Robert P. "Bob" Colwell (born 1954) is an electrical engineer who worked at Intel and later served as Director of the Microsystems Technology Office (MTO) at DARPA. He was the chief IA-32 architect on the Pentium Pro, Pentium II, Pentium III, and Pentium 4 microprocessors. Bob retired from Intel in 2000. He was an Intel Fellow from 1995 to 2000.

==Early life and education==
Colwell grew up in a small blue collar town in Pennsylvania and was born into a family of six children. His father was a milkman for 35 years. He attended the University of Pittsburgh and gained an undergraduate degree in Electrical Engineering.
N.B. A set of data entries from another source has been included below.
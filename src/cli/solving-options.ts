/** What the solver is told beside the case and the velocities. */
import type { CommandArguments } from './command-arguments.js';
import { programVersion } from './version.js';

const LARGEST_SEED = 2 ** 32 - 1;
const MOST_PERMUTATIONS = 100_000;

export function seedOf(given: CommandArguments): number {
  return given.wholeNumber('seed', 0, LARGEST_SEED) ?? 1;
}

export interface SolvingChoices {
  readonly seed: number;
  readonly quick: boolean;
  readonly permutations: number;
  readonly provenance: {
    readonly version: string;
    readonly node: string;
    readonly command: readonly string[];
  };
}

export function solvingChoices(given: CommandArguments): SolvingChoices {
  return {
    seed: seedOf(given),
    quick: given.isOn('quick'),
    permutations: given.wholeNumber('permutations', 0, MOST_PERMUTATIONS) ?? 0,
    provenance: { version: programVersion(), node: process.versions.node, command: given.command },
  };
}
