/** How errors look to people, and which exit code they mean. */
import {
  ConvergenceError,
  InputDataError,
  ModelDomainError,
  UsageError,
  type InputIssue,
} from '../errors.js';
import { plainLabel } from '../dossier/escape.js';

/** More than this many problems on a screen help nobody. */
const MOST_ISSUES_SHOWN = 20;
const MOST_HINTS_SHOWN = 5;

export interface Failure {
  readonly lines: readonly string[];
  readonly exitCode: 1 | 2;
}

function labelled(label: 'where' | 'allowed' | 'try', text: string): string[] {
  return text === '' ? [] : [`  ${label.padEnd(8)}${plainLabel(text, 500)}`];
}

/** `file:line:column field`, leaving out what is not known. */
function place(issue: InputIssue): string {
  const numbers = [issue.line, issue.column].filter((part) => part !== null);
  const field = issue.field === null ? '' : ` ${issue.field}`;
  return plainLabel([issue.file, ...numbers].join(':') + field, 300);
}

function inputFailure(issues: readonly InputIssue[]): string[] {
  if (issues.length === 1) {
    const issue = issues[0]!;
    return [
      `error: ${plainLabel(issue.message, 500)}`,
      ...labelled('where', place(issue)),
      ...labelled('try', issue.hint),
    ];
  }
  const files = new Set(issues.map((issue) => issue.file)).size;
  const shown = issues.slice(0, MOST_ISSUES_SHOWN);
  const hidden = issues.length - shown.length;
  const hints = [...new Set(shown.map((issue) => issue.hint).filter((hint) => hint !== ''))];
  return [
    `error: ${issues.length} problems in ${files === 1 ? 'one input' : `${files} inputs`}`,
    ...shown.map((issue) => `  ${place(issue)}: ${plainLabel(issue.message, 500)}`),
    ...(hidden > 0 ? [`  ... and ${hidden} more`] : []),
    ...hints.slice(0, MOST_HINTS_SHOWN).flatMap((hint) => labelled('try', hint)),
  ];
}

function details(numbers: Readonly<Record<string, number>>): string {
  return Object.entries(numbers)
    .map(([name, value]) => `${name} ${value}`)
    .join(', ');
}

/** A user's mistake in a few lines without a stack; anything unknown is a defect and keeps its stack. */
export function describeFailure(error: unknown): Failure {
  if (error instanceof InputDataError) return { exitCode: 2, lines: inputFailure(error.issues) };
  if (error instanceof UsageError)
    return {
      exitCode: 2,
      lines: [
        `error: ${plainLabel(error.message, 500)}`,
        ...labelled('allowed', error.allowed),
        ...labelled('try', error.hint),
      ],
    };
  if (error instanceof ModelDomainError)
    return {
      exitCode: 2,
      lines: [`error: ${plainLabel(error.message, 500)}`, ...labelled('allowed', error.allowed)],
    };
  if (error instanceof ConvergenceError)
    return {
      exitCode: 1,
      lines: [
        `error: ${plainLabel(error.message, 500)}`,
        ...labelled('where', details(error.details)),
        ...labelled('try', 'more data, a narrower range of periods, or fewer companions'),
      ],
    };
  const stack = error instanceof Error ? (error.stack ?? error.message) : String(error);
  return {
    exitCode: 1,
    lines: [
      'error: this is a defect of tugline, not of your data',
      ...stack.split('\n').map((line) => `  ${plainLabel(line, 500)}`),
      ...labelled('try', 'send these lines, the command and, if you may, the tables to the authors'),
    ],
  };
}
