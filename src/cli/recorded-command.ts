/** The command as it goes into the record of a solution. */

/** They say where and how the result is shown, and have no part in it. */
const SHOWING_SWITCHES: readonly string[] = ['--force', '--json', '--quiet'];
const SHOWING_VALUES: readonly string[] = ['--out'];

/**
 * The words that lead to the same numbers again. Where the dossier goes and what is printed is left out: a repeated run,
 * into another folder or with `--force`, must give the same bytes.
 *
 * @example recordedCommand(['solve', 'a.csv', '--out', 'd', '--force']) // => ['tugline', 'solve', 'a.csv']
 */
export function recordedCommand(argv: readonly string[]): string[] {
  const kept: string[] = ['tugline'];
  for (let place = 0; place < argv.length; place += 1) {
    const word = argv[place]!;
    if (word === '--') return [...kept, ...argv.slice(place)];
    if (SHOWING_SWITCHES.includes(word)) continue;
    if (SHOWING_VALUES.includes(word)) place += 1;
    else if (!SHOWING_VALUES.some((name) => word.startsWith(`${name}=`))) kept.push(word);
  }
  return kept;
}
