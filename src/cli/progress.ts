/** Progress on standard error: a bar on a screen, a line every few seconds elsewhere, nothing when quiet. */
import type { Terminal } from './terminal.js';

const BAR_CELLS = 24;
const REDRAW_MS = 80;
const LINE_EVERY_MS = 5000;
/** The stage whose pace is even enough for a forecast: one draw costs what another costs. */
const EVEN_STAGE = 'sampling';

export interface Progress {
  /** @param fraction - 0..1 of the work of the command */
  readonly update: (stage: string, fraction: number) => void;
  /** Clears the bar; call before anything else is written. */
  readonly done: () => void;
}

export function progressOn(terminal: Terminal, quiet: boolean, now: () => number = Date.now): Progress {
  if (quiet) return { update: () => undefined, done: () => undefined };
  let last = terminal.interactive ? -Infinity : now();
  let drawn = false;
  const timeLeft = forecast();
  return {
    update: (stage, fraction) => {
      const time = now();
      const left = timeLeft(stage, fraction, time);
      if (time - last < (terminal.interactive ? REDRAW_MS : LINE_EVERY_MS)) return;
      last = time;
      const share = Math.min(1, Math.max(0, fraction));
      if (!terminal.interactive) {
        terminal.note(`${stage}: ${Math.round(100 * share)} %`);
        return;
      }
      const full = Math.round(BAR_CELLS * share);
      terminal.rewrite(`${'▪'.repeat(full)}${'·'.repeat(BAR_CELLS - full)} ${stage.slice(0, 50)}${left}`);
      drawn = true;
    },
    done: () => {
      if (drawn) terminal.rewrite('');
      drawn = false;
    },
  };
}

/** Seconds as a person would say them. */
function spoken(seconds: number): string {
  return seconds < 90 ? `${Math.max(1, Math.round(seconds))} s` : `${Math.round(seconds / 60)} min`;
}

/** `: 60 %, about 2 s left` for the even stage, from its second report on; empty for any other. */
function forecast(): (stage: string, fraction: number, time: number) => string {
  let start: { readonly fraction: number; readonly time: number } | null = null;
  return (stage, fraction, time) => {
    if (stage !== EVEN_STAGE) return '';
    start ??= { fraction, time };
    const share = `: ${Math.round(100 * Math.min(1, Math.max(0, fraction)))} %`;
    const gained = fraction - start.fraction;
    if (!(gained > 0) || time <= start.time) return share;
    return `${share}, about ${spoken(((time - start.time) * (1 - fraction)) / gained / 1000)} left`;
  };
}

/** Runs `work` with a progress display that is cleared when it ends, also when it ends in an error. */
export async function withProgress<T>(
  terminal: Terminal,
  quiet: boolean,
  work: (update: Progress['update']) => Promise<T>,
): Promise<T> {
  const progress = progressOn(terminal, quiet);
  try {
    return await work(progress.update);
  } finally {
    progress.done();
  }
}
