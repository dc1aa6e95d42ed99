/** The operands and options of one call, checked as they are asked for. */
import { UsageError } from '../errors.js';
import { plainLabel } from '../dossier/escape.js';
import { parseMeasured } from '../observations/quantity.js';
import type { Measured } from '../observations/types.js';
import { canonicalUnit, type QuantityKind } from '../observations/units.js';

export class CommandArguments {
  /** Files and folders named on the command line, in order. */
  readonly operands: readonly string[];
  /** The command for the record of a solution (`recordedCommand`). */
  readonly command: readonly string[];
  private readonly values: ReadonlyMap<string, string | true>;

  constructor(
    operands: readonly string[],
    values: ReadonlyMap<string, string | true>,
    command: readonly string[],
  ) {
    this.operands = operands;
    this.values = values;
    this.command = command;
  }

  isOn(name: string): boolean {
    return this.values.has(name);
  }

  /** The text of an option, `null` when it was not given. */
  text(name: string): string | null {
    const value = this.values.get(name);
    return typeof value === 'string' ? value : null;
  }

  /** The folder of `--out`, `null` when it was not given. @throws UsageError for an empty name */
  folder(): string | null {
    const text = this.text('out');
    if (text?.trim() === '') throw refused('out', text, 'the name of a folder');
    return text;
  }

  /** @throws UsageError unless the option is one of `allowed` (compared without regard to case) */
  choice<T extends string>(name: string, allowed: readonly T[]): T | null {
    const text = this.text(name);
    if (text === null) return null;
    const found = allowed.find((candidate) => candidate.toLowerCase() === text.trim().toLowerCase());
    if (found === undefined) throw refused(name, text, allowed.join(', '));
    return found;
  }

  /** @throws UsageError unless the option is a whole number between `least` and `most` */
  wholeNumber(name: string, least: number, most: number): number | null {
    const text = this.text(name);
    if (text === null) return null;
    const value = Number(text);
    if (!/^\s*[-+]?\d/.test(text) || !Number.isInteger(value) || value < least || value > most)
      throw refused(name, text, `a whole number from ${least} to ${most}`);
    return value;
  }

  /** A quantity above zero with an optional uncertainty and unit, in the unit used inside. */
  quantity(name: string, kind: QuantityKind): Measured | null {
    const text = this.text(name);
    if (text === null) return null;
    let measured: Measured;
    try {
      measured = parseMeasured(text, kind);
    } catch (error) {
      if (!(error instanceof UsageError)) throw error;
      throw new UsageError(
        `--${name}: ${error.message}`,
        { allowed: error.allowed, hint: error.hint },
        { cause: error },
      );
    }
    if (measured.value <= 0) throw refused(name, text, `a ${kind} above 0, in ${canonicalUnit(kind)}`);
    return measured;
  }
}

function refused(name: string, found: string, allowed: string): UsageError {
  return new UsageError(`--${name} is "${plainLabel(found, 60)}"`, {
    allowed,
    hint: 'tugline COMMAND --help lists the options with their units',
  });
}
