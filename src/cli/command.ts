/** What a command of the program is made of: words for the help, options, and the work itself. */
import type { CommandArguments } from './command-arguments.js';
import type { OptionSpec } from './options.js';
import type { Terminal } from './terminal.js';

export interface Command {
  readonly name: string;
  /** What follows the name, e.g. `CASE|TABLE...`. */
  readonly operands: string;
  /** One line for the list of commands. */
  readonly summary: string;
  /** A few lines for the command's own help. */
  readonly description: readonly string[];
  readonly options: readonly OptionSpec[];
  /** Three real calls on the sample data. */
  readonly examples: readonly (readonly [call: string, effect: string])[];
  /** @returns the exit code: 0 a usable result, 1 none */
  readonly run: (given: CommandArguments, terminal: Terminal) => Promise<number>;
}
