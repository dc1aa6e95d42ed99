/** The three streams of the process, and nothing else of it: commands write through this and can be tested without it. */
import { styleText } from 'node:util';

export type Paint = 'heading' | 'good' | 'caution' | 'faint';

export interface Terminal {
  /** Results, to standard output; a line end is added. */
  readonly print: (text: string) => void;
  /** Progress and warnings, to standard error; a line end is added. */
  readonly note: (text: string) => void;
  /** Colours text that goes to standard output (`print`) or to standard error (`note`), if that one wants colours. */
  readonly paint: (kind: Paint, text: string, stream?: 'print' | 'note') => string;
  /** Standard error is a screen: a line on it may be rewritten. */
  readonly interactive: boolean;
  /** Writes over the last line of standard error; only when `interactive`. */
  readonly rewrite: (text: string) => void;
  /** All of standard input as text; at most `limitBytes` of it. */
  readonly readInput: (limitBytes: number) => Promise<{ readonly text: string; readonly complete: boolean }>;
}

const STYLES = { heading: 'bold', good: 'green', caution: 'yellow', faint: 'dim' } as const;

function writeTo(stream: NodeJS.WriteStream, text: string): void {
  // A reader that went away (`tugline ... | head`) is no reason to die: the dossier must still be written.
  if (!stream.destroyed && stream.writable) stream.write(text);
}

async function readAll(limitBytes: number): Promise<{ text: string; complete: boolean }> {
  const parts: Buffer[] = [];
  let size = 0;
  for await (const part of process.stdin as AsyncIterable<Buffer>) {
    size += part.length;
    if (size > limitBytes) return { text: '', complete: false };
    parts.push(part);
  }
  return { text: Buffer.concat(parts).toString('utf8'), complete: true };
}

/** The files that a command writes are safe by now or never begun; only the words on the stream are lost. */
function streamFailed(error: NodeJS.ErrnoException): void {
  if (error.code === 'EPIPE' || error.code === 'ERR_STREAM_DESTROYED') return;
  writeTo(process.stderr, `error: the result cannot be written: ${error.message}\n`);
  process.exit(2);
}

export function processTerminal(): Terminal {
  for (const stream of [process.stdout, process.stderr]) stream.on('error', streamFailed);
  return {
    print: (text) => {
      writeTo(process.stdout, `${text}\n`);
    },
    note: (text) => {
      writeTo(process.stderr, `${text}\n`);
    },
    paint: (kind, text, stream = 'print') =>
      styleText(STYLES[kind], text, { stream: stream === 'print' ? process.stdout : process.stderr }),
    interactive: process.stderr.isTTY,
    rewrite: (text) => {
      writeTo(process.stderr, `\r\u001b[2K${text}`);
    },
    readInput: readAll,
  };
}
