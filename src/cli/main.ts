/**
 * The way through the program: words to a request, request to a result, result to an exit code.
 * Modules are loaded when they are needed, so that `--version` and `--help` cost next to nothing.
 */
import { processTerminal, type Terminal } from './terminal.js';

/**
 * @param argv - the words after the program's name
 * @param terminal - where results and messages go; the process's own streams unless a test listens
 * @returns the exit code: 0 a usable result; 1 the data were read but gave none; 2 the request or the input was wrong
 */
export async function main(argv: readonly string[], terminal: Terminal = processTerminal()): Promise<number> {
  if (argv.length === 1 && argv[0] === '--version') {
    const { programVersion } = await import('./version.js');
    terminal.print(programVersion());
    return 0;
  }
  try {
    const { parseCommandLine } = await import('./command-line.js');
    const request = await parseCommandLine(argv);
    if (request.kind === 'help') {
      terminal.print(request.text);
      return 0;
    }
    return await request.command.run(request.given, terminal);
  } catch (error) {
    const { describeFailure } = await import('./failure.js');
    const failure = describeFailure(error);
    for (const line of failure.lines) terminal.note(line);
    return failure.exitCode;
  }
}
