/** Progress on standard error: a bar on a screen, a line every few seconds elsewhere, nothing when quiet. */
import type { Terminal } from './terminal.js';

const BAR_CELLS = 24;
const REDRAW_MS = 80;
const LINE_EVERY_MS = 5000;

export interface Progress {
  /** @param fraction - 0..1 of this stage */
  readonly update: (stage: string, fraction: number) => void;
  /** Clears the bar; call before anything else is written. */
  readonly done: () => void;
}

export function progressOn(terminal: Terminal, quiet: boolean, now: () => number = Date.now): Progress {
  if (quiet) return { update: () => undefined, done: () => undefined };
  let last = terminal.interactive ? -Infinity : now();
  let drawn = false;
  return {
    update: (stage, fraction) => {
      const time = now();
      if (time - last < (terminal.interactive ? REDRAW_MS : LINE_EVERY_MS)) return;
      last = time;
      const share = Math.min(1, Math.max(0, fraction));
      if (!terminal.interactive) {
        terminal.note(`${stage}: ${Math.round(100 * share)} %`);
        return;
      }
      const full = Math.round(BAR_CELLS * share);
      terminal.rewrite(`${'▪'.repeat(full)}${'·'.repeat(BAR_CELLS - full)} ${stage.slice(0, 50)}`);
      drawn = true;
    },
    done: () => {
      if (drawn) terminal.rewrite('');
      drawn = false;
    },
  };
}

/** Runs `work` with a progress display that is cleared when it ends, also when it ends in an error. */
export async function withProgress<T>(
  terminal: Terminal,
  quiet: boolean,
  work: (update: Progress['update']) => Promise<T>,
): Promise<T> {
  const progress = progressOn(terminal, quiet);
  try {
    return await work(progress.update);
  } finally {
    progress.done();
  }
}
He later attended Carnegie Mellon University to get a PhD in Electrical Engineering.

==Career==
Colwell worked at a company called Multiflow in the late 1980s as a design engineer.

In 1990 he joined Intel as a senior architect and was involved in the development of the P6 "core". The P6 core was used in the Pentium Pro, Pentium II, and Pentium III microprocessors, and designs derived from it are used in the Pentium M, Core Duo and Core Solo, and Core 2 microprocessors sold by Intel.

==Memberships and awards==
Colwell earned the ACM Eckert-Mauchly Award in 2005, and wrote the "At Random" column for Computer, a journal published by the IEEE Computer Society.

==Publications==
Colwell is the author of several papers in addition to the book The Pentium Chronicles: The People, Passion, and Politics Behind Intel's Landmark Chips, ISBN 0-471-73617-1. Colwell has spoken at universities on the challenges in chip design and management principles needed to tackle them.

==Personal life==
Colwell met his wife in college and he married in 1979. He has three children.